By (2.13) and (2.17), we can get

$$\begin{aligned}& \biggl\vert \int^{t}_{\xi}\bigl(\phi\bigl(u'(t+\tau) \bigr)\bigr)'u'(s)\,ds\biggr\vert \\& \quad \leq \int^{t}_{\xi }\bigl\vert \bigl(\phi \bigl(u'(s+\tau)\bigr)\bigr)'\bigr\vert \bigl\vert u'(s)\bigr\vert \,ds \\& \quad \leq \bigl\Vert u'\bigr\Vert \int^{T}_{0}\bigl\vert \bigl(\phi \bigl(u'(t+\tau)\bigr)\bigr)'\bigr\vert \,dt \\& \quad \leq \lambda\bigl\Vert u'\bigr\Vert \biggl( \int^{T}_{0}\bigl\vert f\bigl(t,u'(t) \bigr)\bigr\vert \,dt+ \int^{T}_{0}\bigl\vert g\bigl(u(t-\tau)\bigr)\bigr\vert \,dt+ \int ^{T}_{0}\bigl\vert e(t)\bigr\vert \,dt \biggr) \\& \quad \leq 2\lambda M_{2}\bigl(aM_{1}T+bT+ \beta T^{\frac{1}{m}}M_{1}^{\prime \frac{m-1}{m}}+\gamma T+T^{\frac{1}{2}}\|e \|_{2}\bigr). \end{aligned}$$

Moreover, from (H3) and (2.18), we have

$$\begin{aligned}& \biggl\vert \int^{t}_{\xi}f\bigl(s+\tau,u(s+\tau) \bigr)u'(s)\,ds\biggr\vert \leq \int^{T}_{0}\bigl\vert f\bigl(s+\tau,u(s+\tau) \bigr)\bigr\vert \bigl\vert u'(s)\bigr\vert \,ds \leq M_{2}\bigl(\beta M_{2}^{m-1}T+\gamma T\bigr), \\& \biggl\vert \int^{t}_{\xi}e(t+\tau)u'(t)\,dt\biggr\vert \leq M_{2}\sqrt{T}\|e\|_{2}. \end{aligned}$$

Form (2.21), we have

$$\begin{aligned}& \biggl\vert \int^{u(t)}_{u(\xi)}g_{0}(u)\,du\biggr\vert \\& \quad \leq M_{2}\bigl(aM_{1}T+bT+ \beta T^{\frac{1}{m}}M_{1}^{\prime \frac{m-1}{m}}+ \gamma T+T^{\frac{1}{2}}\|e\|_{2} +\beta M_{2}^{m-1}T+ \gamma T+\sqrt{T}\|e\|_{2}\bigr) \\& \quad :=M_{3}'. \end{aligned}$$
(2.22)

From the strong force condition (1.2), we know that there exists a constant \(M_{3}>0\) such that

$$ u(t)\geq M_{3}, \quad \forall t\in[\xi,T]. $$
(2.23)

Similarly, we can consider \(t\in[0,\xi]\). □

By Lemmas 2.1-2.5, we obtain the following main result.

Theorem 2.1

Assume that conditions (A1), (A2), and (H1)-(H4) hold.
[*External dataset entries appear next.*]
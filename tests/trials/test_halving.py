"""Successive halving in the study (trials/halving.py): the judge stops the trials that
Optuna's own SuccessiveHalvingPruner prunes, on synthetic learning curves (no training), on the
journal file and on PostgreSQL; a job's decision survives a resume; seeds compete apart; the
baseline is never stopped; a stopped variant's other seeds are withdrawn, never claimed, never
enqueued again, and listed in trials.csv's rows as retired."""

from __future__ import annotations

from collections import Counter
from pathlib import Path

import numpy as np
import optuna
import pytest
from optuna.trial import TrialState

from kablate.lifecycle import RETIRED, STOPPED
from kablate.spec.schema import HalvingSpec
from kablate.trials.halving import RULE_ATTR, halving_rule, judge_for
from kablate.trials.jobs import Job
from kablate.trials.liveness import liveness_for
from kablate.trials.queue import (
    Claim,
    claim_next,
    enqueue_missing,
    requeue,
    trial_status,
    withdraw,
    withdraw_halted,
)
from kablate.trials.rows import collect_trials
from kablate.trials.store import lock_dir, open_study
from tests.trials.runs import run_at_once

optuna.logging.set_verbosity(optuna.logging.WARNING)


def curves(seed: int, n_trials: int, epochs: int) -> list[list[float]]:
    """Rising validation accuracies with noise, on a 1/200 grid so that ties occur."""
    rng = np.random.default_rng(seed)
    out = []
    for _ in range(n_trials):
        ceiling, rate = rng.uniform(0.5, 0.95), rng.uniform(0.1, 1.0)
        e = np.arange(1, epochs + 1)
        values = ceiling * (1 - np.exp(-rate * e)) + rng.normal(0, 0.02, epochs)
        out.append([round(float(v) * 200) / 200 for v in np.clip(values, 0, 1)])
    return out


def optuna_stops(values: list[list[float]], first: int, factor: int) -> list[int | None]:
    """The step at which Optuna 5.0's SuccessiveHalvingPruner prunes each trial, run one after
    another on a single-objective study (the reference implementation)."""
    pruner = optuna.pruners.SuccessiveHalvingPruner(
        min_resource=first, reduction_factor=factor, min_early_stopping_rate=0, bootstrap_count=0
    )
    study = optuna.create_study(direction="maximize", pruner=pruner)
    out = []
    for curve in values:
        trial, stop = study.ask(), None
        for step, value in enumerate(curve, start=1):
            trial.report(value, step)
            if trial.should_prune():
                stop = step
                break
        study.tell(trial, state=TrialState.PRUNED) if stop else study.tell(trial, curve[-1])
        out.append(stop)
    return out


def start(study: optuna.Study, first: int, factor: int, epochs: int) -> None:
    study.set_user_attr(RULE_ATTR, halving_rule(HalvingSpec(True, first, factor), epochs))


def run_job(
    study: optuna.Study, job: Job, curve: list[float], baseline: str | None = None
) -> int | None:
    """Claim ``job``'s trial, feed its curve to the judge epoch by epoch; the stopping epoch."""
    requeue(study, job)
    trial = study.ask()  # pops the waiting trial just queued (DEVELOPERS.md: Optuna 5.0)
    judge = judge_for(study, trial, baseline)
    for epoch, value in enumerate(curve, start=1):
        if judge(epoch, value):
            trial.set_user_attr("outcome", "stopped")
            study.tell(trial, state=TrialState.PRUNED)
            return epoch
    study.tell(trial, values=[curve[-1], 1.0])
    return None


@pytest.mark.parametrize(("first", "factor", "epochs"), [(1, 3, 10), (2, 2, 10), (1, 2, 7)])
@pytest.mark.parametrize("seed", [0, 1, 2])
def test_the_judge_stops_what_optunas_pruner_prunes(storage, tmp_path, first, factor, epochs, seed):
    # The reference: optuna.pruners.SuccessiveHalvingPruner (Optuna 5.0), fed the same values
    # in the same order. The epochs are chosen so that the last one is no rung: Optuna would
    # also judge a trial at its last step, where we have nothing left to save.
    values = curves(seed, 14, epochs)
    study = open_study("halving", tmp_path, storage)
    start(study, first, factor, epochs)
    ours = [run_job(study, Job(f"v{i}", f"plan{i}", 0), c) for i, c in enumerate(values)]
    theirs = optuna_stops(values, first, factor)
    assert ours == theirs
    assert any(ours) and not all(ours)  # the curves exercise both outcomes


def test_a_resumed_job_keeps_its_decision(tmp_path):
    study = open_study("halving", tmp_path, None)
    start(study, 1, 2, 4)
    assert run_job(study, Job("va", "a", 0), [0.8, 0.8, 0.8, 0.8]) is None
    assert run_job(study, Job("vb", "b", 0), [0.5, 0.5, 0.5, 0.5]) == 1
    # Job b again (as after a kill): with a score that would now go on, it stays stopped.
    assert run_job(study, Job("vb", "b", 0), [0.9, 0.9, 0.9, 0.9]) == 1
    # A job that went on goes on, even against scores that would stop it now.
    assert run_job(study, Job("vc", "c", 0), [0.95, 0.95, 0.95, 0.95]) is None
    assert run_job(study, Job("va", "a", 0), [0.8, 0.8, 0.8, 0.8]) is None
    decided = [t.user_attrs.get("halving-rung-0") for t in study.get_trials()]
    assert [d["kept"] for d in decided if d] == [True, False, True]  # one decision per job


def test_each_seed_competes_on_its_own(tmp_path):
    study = open_study("halving", tmp_path, None)
    start(study, 1, 2, 4)
    assert run_job(study, Job("va", "a", 0), [0.9] * 4) is None
    assert run_job(study, Job("vb", "b", 1), [0.2] * 4) is None  # alone at seed 1: it leads
    assert run_job(study, Job("vc", "c", 1), [0.1] * 4) == 1


def test_the_baseline_is_never_stopped(tmp_path):
    # The report compares every variant with the baseline on every seed, so halving must let
    # it train to the end even when it trails at every rung.
    study = open_study("halving", tmp_path, None)
    start(study, 1, 2, 8)  # rungs after epochs 1, 2 and 4
    assert run_job(study, Job("va", "a", 0), [0.9] * 8, baseline="vbase") is None
    assert run_job(study, Job("vbase", "base", 0), [0.1] * 8, baseline="vbase") is None
    decided = [
        t.user_attrs[f"halving-rung-{k}"]
        for t in study.get_trials()
        if t.user_attrs["variant_id"] == "vbase"
        for k in range(3)
    ]
    assert [d["kept"] for d in decided] == [True] * 3 and decided[0]["n_compared"] == 2
    # The same curve on a variant that is not the baseline stops at the first rung, where it
    # was compared with the baseline's recorded score too.
    assert run_job(study, Job("vb", "b", 0), [0.1] * 8, baseline="vbase") == 1
    (vb,) = [t for t in study.get_trials() if t.user_attrs["variant_id"] == "vb"]
    assert vb.user_attrs["halving-rung-0"]["n_compared"] == 3


def test_no_judge_without_the_rule(tmp_path):
    study = open_study("halving", tmp_path, None)
    requeue(study, Job("va", "a", 0))
    assert judge_for(study, study.ask()) is None


def test_optunas_pruners_refuse_our_two_objective_study(tmp_path):
    # Why trials/halving.py has its own judge: Optuna 5.0 refuses report() and should_prune()
    # on a multi-objective study, and ours maximises accuracy and minimises MACs.
    study = open_study("halving", tmp_path, None)
    assert len(study.directions) == 2
    requeue(study, Job("va", "a", 0))
    trial = study.ask()
    with pytest.raises(NotImplementedError, match="multi-objective"):
        trial.report(0.5, 1)
    with pytest.raises(NotImplementedError, match="multi-objective"):
        trial.should_prune()


# Two variants x two seeds, claimed seed-major as the runner orders them.
JOBS_2X2 = [Job(v, v, seed) for seed in (0, 1) for v in ("va", "vb")]
PLAN_2X2 = {
    "seeds": [0, 1],
    "variants": [{"id": v, "name": v, "params": 1, "macs": 1, "rf": 3} for v in ("va", "vb")],
}


def train_claimed(study: optuna.Study, claim: Claim, curve: list[float], liveness) -> None:
    """What a worker does with a claimed trial (worker.py), on a synthetic curve."""
    judge = judge_for(study, claim.trial)
    for epoch, value in enumerate(curve, start=1):
        if judge(epoch, value):
            claim.trial.set_user_attr("outcome", STOPPED)
            study.tell(claim.trial, state=TrialState.PRUNED)
            withdraw_halted(study, liveness)
            break
    else:
        study.tell(claim.trial, values=[curve[-1], 1.0])
    liveness.release(claim.token)


def job_states(study: optuna.Study) -> dict[str, list[str]]:
    out: dict[str, list[str]] = {}
    for t in study.get_trials():
        out.setdefault(t.user_attrs["job"], []).append(trial_status(t))
    return out


def test_a_stopped_variant_gets_no_more_seeds(storage, tmp_path):
    study = open_study("halving", tmp_path, storage)
    liveness = liveness_for(study, lock_dir(tmp_path, storage))
    start(study, 1, 2, 4)
    assert enqueue_missing(study, JOBS_2X2) == 4
    order = {job.key: i for i, job in enumerate(JOBS_2X2)}
    train_claimed(study, claim_next(study, liveness, order), [0.9] * 4, liveness)  # va-s0
    train_claimed(study, claim_next(study, liveness, order), [0.2] * 4, liveness)  # vb-s0
    # vb stopped on seed 0: its seed-1 trial was withdrawn, and only va-s1 is left to claim.
    assert job_states(study)["vb-s0"] == [STOPPED]
    assert job_states(study)["vb-s1"] == [RETIRED]
    (withdrawn,) = [t for t in study.get_trials() if t.user_attrs["job"] == "vb-s1"]
    assert withdrawn.user_attrs["retired_why"] == STOPPED
    assert withdrawn.user_attrs["retired_after"] == 0
    claim = claim_next(study, liveness, order)
    assert claim.key == "va-s1"
    train_claimed(study, claim, [0.9] * 4, liveness)
    assert claim_next(study, liveness, order) is None
    # A rerun enqueues nothing for vb; trials.csv lists vb-s1 as not run after seed 0.
    assert enqueue_missing(study, JOBS_2X2) == 0
    rows = {(r["variant_id"], r["seed"]): r for r in collect_trials(study, PLAN_2X2)[0]}
    assert rows["vb", 1]["status"] == RETIRED
    assert (rows["vb", 1]["retired_why"], rows["vb", 1]["retired_after"]) == (STOPPED, 0)
    assert rows["vb", 0]["status"] == STOPPED and rows["va", 1]["retired_why"] is None


def stop_vb_on_seed_0(tmp_path, storage):
    """A study where va went on and vb stopped on seed 0, with nothing else queued."""
    study = open_study("halving", tmp_path, storage)
    liveness = liveness_for(study, lock_dir(tmp_path, storage))
    start(study, 1, 2, 4)
    enqueue_missing(study, JOBS_2X2[:2])
    train_claimed(study, claim_next(study, liveness), [0.9] * 4, liveness)
    train_claimed(study, claim_next(study, liveness), [0.2] * 4, liveness)
    assert job_states(study)["vb-s0"] == [STOPPED]
    return study, liveness


def test_a_claim_that_wins_a_stopped_variants_trial_withdraws_it(storage, tmp_path):
    # A runner that read the queue before the stop may still enqueue the variant's next seed;
    # the claim, which looks again after its compare-and-set, must not train it.
    study, liveness = stop_vb_on_seed_0(tmp_path, storage)
    requeue(study, Job("vb", "vb", 1))  # as that runner would
    assert claim_next(study, liveness) is None
    assert job_states(study)["vb-s1"] == [RETIRED]


def test_with_halving_off_a_stopped_variants_seeds_run(tmp_path):
    study, liveness = stop_vb_on_seed_0(tmp_path, None)
    assert enqueue_missing(study, JOBS_2X2) == 1  # va-s1 only
    study.set_user_attr(RULE_ATTR, None)  # a run with halving off (halving.start_halving)
    assert enqueue_missing(study, JOBS_2X2) == 1  # now vb-s1 too


N_CONTESTED = 120


def claim_or_withdraw(folder: str, url: str | None, role: str, out: str, go) -> None:
    """A claimer (claim, tell done, repeat) or a withdrawer (withdraw every waiting trial of
    variant vx, repeat), until nothing waits; a claimer writes the job keys it took."""
    study = open_study("contested", Path(folder), url)
    liveness = liveness_for(study, lock_dir(Path(folder), url))
    go.wait()
    taken = []
    if role == "claim":
        while (claim := claim_next(study, liveness)) is not None:
            taken.append(claim.key)
            study.tell(claim.trial, values=[0.5, 1.0])
            liveness.release(claim.token)
    else:
        while study.get_trials(deepcopy=False, states=(TrialState.WAITING,)):
            withdraw(study, liveness, {"vx": {"retired_why": STOPPED}})
    Path(out).write_text("\n".join(taken))


@pytest.mark.slow
def test_claims_and_withdrawals_racing_each_other_take_each_trial_once(storage, tmp_path):
    # Two processes claim and two withdraw the same waiting trials at once: each trial must
    # end exactly once, either trained (claimed) or retired, never both (a withdrawal that
    # skipped the compare-and-set would retire a claimed trial, and its claimer's tell fail).
    study = open_study("contested", tmp_path, storage)
    jobs = [Job("vx", "x", seed) for seed in range(N_CONTESTED)]
    assert enqueue_missing(study, jobs) == N_CONTESTED
    roles = ["claim", "withdraw", "claim", "withdraw"]
    outs = [tmp_path / f"taken-{i}.txt" for i in range(len(roles))]
    run_at_once(
        claim_or_withdraw,
        [(str(tmp_path), storage, role, str(out)) for role, out in zip(roles, outs, strict=True)],
    )
    claimed = Counter(key for out in outs for key in out.read_text().split())
    trials = study.get_trials(deepcopy=False)
    assert len(trials) == N_CONTESTED
    done = {t.user_attrs["job"] for t in trials if t.state == TrialState.COMPLETE}
    retired = {t.user_attrs["job"] for t in trials if trial_status(t) == RETIRED}
    assert all(n == 1 for n in claimed.values()) and set(claimed) == done
    assert not done & retired and len(done) + len(retired) == N_CONTESTED
    assert done and retired  # both sides really took trials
Then (1.1) has a positive T-periodic solution.

Proof

Let \(E_{1}<\min\{d_{1},M_{3}\}\), \(E_{2}>\max\{d_{2}, M_{1}\}\), \(E_{3}>M_{2}\) are constants, from Lemmas 2.2-2.5, we see that the periodic solution u to (2.1) satisfies

$$ E_{1}< u(t)< E_{2}, \qquad \bigl\Vert u'\bigr\Vert < E_{3}. $$
(2.24)

Then condition (1) of Lemma 2.1 is satisfied. For a possible solution D to the equation

$$g(D)-\frac{1}{T} \int^{T}_{0}e(t)\,dt=0, $$

\(E_{1}< D<E_{2}\) is satisfied. Therefore, condition (2) of Lemma 2.1 holds. Finally, we consider condition (3) of Lemma 2.1 also to be satisfied. In fact, from (H1), we have

$$g(E_{1})-\frac{1}{T} \int^{T}_{0}e(t)\,dt>0 $$

and

$$g(E_{2})-\frac{1}{T} \int^{T}_{0}e(t)\,dt< 0. $$

So condition (3) is also satisfied. By application of Lemma 2.1, we see that (1.1) has at least one positive periodic solution. □

We illustrate our results with one example.

Example 2.1

Consider the following second-order ϕ-Laplacian Rayleigh equation:

$$ \bigl(\phi\bigl(u'(t)\bigr)\bigr)'+ \bigl(20-16\sin^{2}t\bigr) \bigl(u'(t)\bigr)^{m-1}+ \frac{1}{u^{\kappa}(t)}-10u(t)=e^{\cos^{2}t}, $$
(2.25)

where \(\phi(u)=ue^{|u|^{2}}\), \(m>1\), and \(\kappa\geq1\).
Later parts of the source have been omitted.